# dma timeout error with new drive

## thetroyv

im using gentoo kernel 2.6.9 i think... and i got a new hitachi deskstar HDS722512VLAT80...well when i start up my computer one of the first things that happens after i start booting gentoo is a dma timeout error of the main drive:

/dev/ide/host0/bus0/target0/lun0:<4>hda: dma_timer expiry: dma status == 0x61

hda: DMA timeout error

hda:dma timeout error: status = 0x58 { DriveReady SeekComplete DataRequest }

ide: failed opcode was: unknown

p1 p2 p3 p4 <<4> hda: dma_timer_expiry: dma status ==0x61

hda: DMA timout error

hda dma timeout error: status = 0x58 { DriveReady SeekComplete DataRequest }

ide: failed opcode was: unknown

p5<p4> hda: dma_timer_expiry: dma status ==0x61

there are several ponts where it waits some time... but after a while it finishes booting up fine with no other errors.

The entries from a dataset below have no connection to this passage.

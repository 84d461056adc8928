import fc from "fast-check";
import { describe, expect, it } from "vitest";
import { readJson } from "../../src/core/job/readJson.ts";
import { PlanError } from "../../src/core/problem.ts";

function failure(text: string): PlanError {
  try {
    readJson(text);
  } catch (error) {
    if (error instanceof PlanError) return error;
    throw error;
  }
  throw new Error(`accepted: ${text.slice(0, 80)}`);
}

describe("reading JSON", () => {
  it.each([
    ['{\n  "a": 1,\n  "b": 2,\n}', 4, 1],
    ['{ "a": 1 "b": 2 }', 1, 10],
    ['{ "a" 1 }', 1, 7],
    ["{ a: 1 }", 1, 3],
    ["[1, 2", 1, 6],
    ["[1, NaN]", 1, 5],
    ["[01]", 1, 3],
    ["[1.]", 1, 3],
    ["", 1, 1],
    ['{"a": "x\ny"}', 1, 9],
    ['{"a": "C:\\work"}', 1, 10],
    ['{"a": "never closed', 1, 20],
    ["{} {}", 1, 4],
    ["[tru]", 1, 2],
    ["// no\n{}", 1, 1],
  ])("places the error of %j at line %i, column %i", (text, line, column) => {
    const error = failure(text);
    expect(error.code).toBe("job-json");
    expect(error.facts).toEqual({ line, column });
    expect(error.message).toContain(`line ${line}, column ${column}`);
  });

  it("stops at 200 levels instead of running out of stack", () => {
    expect(failure("[".repeat(100_000)).message).toContain("200 levels");
  });

  it("notes keys given twice, with their path, once each", () => {
    const { value, findings } = readJson(
      '{"a": {"b": 1, "b": 2, "b": 3}, "rolls": [{}, {"id": "x", "id": "y"}], "a\\u0062": 1, "ab": 2}',
    );
    expect(value).toEqual({ a: { b: 3 }, rolls: [{}, { id: "y" }], ab: 2 });
    expect(findings.map((f) => [f.code, f.where])).toEqual([
      ["job-key-twice", "a.b"],
      ["job-key-twice", "rolls[1].id"],
      ["job-key-twice", "ab"],
    ]);
  });

  it("takes a byte order mark off", () => {
    expect(readJson("\uFEFF{}").value).toEqual({});
  });

  it("accepts exactly what JSON.parse accepts (seed 7)", () => {
    // Sound JSON, then the same with one character replaced or taken out.
    const mutated = fc.tuple(
      fc.json({ maxDepth: 4 }),
      fc.nat(),
      fc.constantFrom("", '"', ",", "}", "\\", "1", "e", " ", "\t"),
    );
    fc.assert(
      fc.property(mutated, ([text, at, c]) => {
        const i = at % (text.length + 1);
        for (const t of [text, text.slice(0, i) + c + text.slice(i + 1)]) {
          let parsed: { value: unknown } | null = null;
          try {
            parsed = { value: JSON.parse(t) };
          } catch {
            expect(failure(t).code).toBe("job-json");
          }
          if (parsed !== null) expect(readJson(t).value).toEqual(parsed.value);
        }
      }),
      { seed: 7, numRuns: 1000 },
    );
  });
});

i also ran th drive fitness test provided by hitachi and it said the drive was ok

any help would be great.

thanks

troy

----------

## bollucks

Get rid of devfs and use a new kernel.

----------

## thetroyv

ive got this same problem (at least it boots VERY SLOWLY) when i boot up to windows so i think its the drive or something that is not operating system specific dont i have the latest kernel?

----------

## drescherjm

Do you have a promise controller?

----------

## thetroyv

windows says i have an intel(r) 82801AA bus master IDE controller

----------

## drescherjm

I asked because I have recently had very similar errors with two promise controllers in a smp server system with linux software raid 5 and the temporary fix was to disable dma and increase the multcount to 16. 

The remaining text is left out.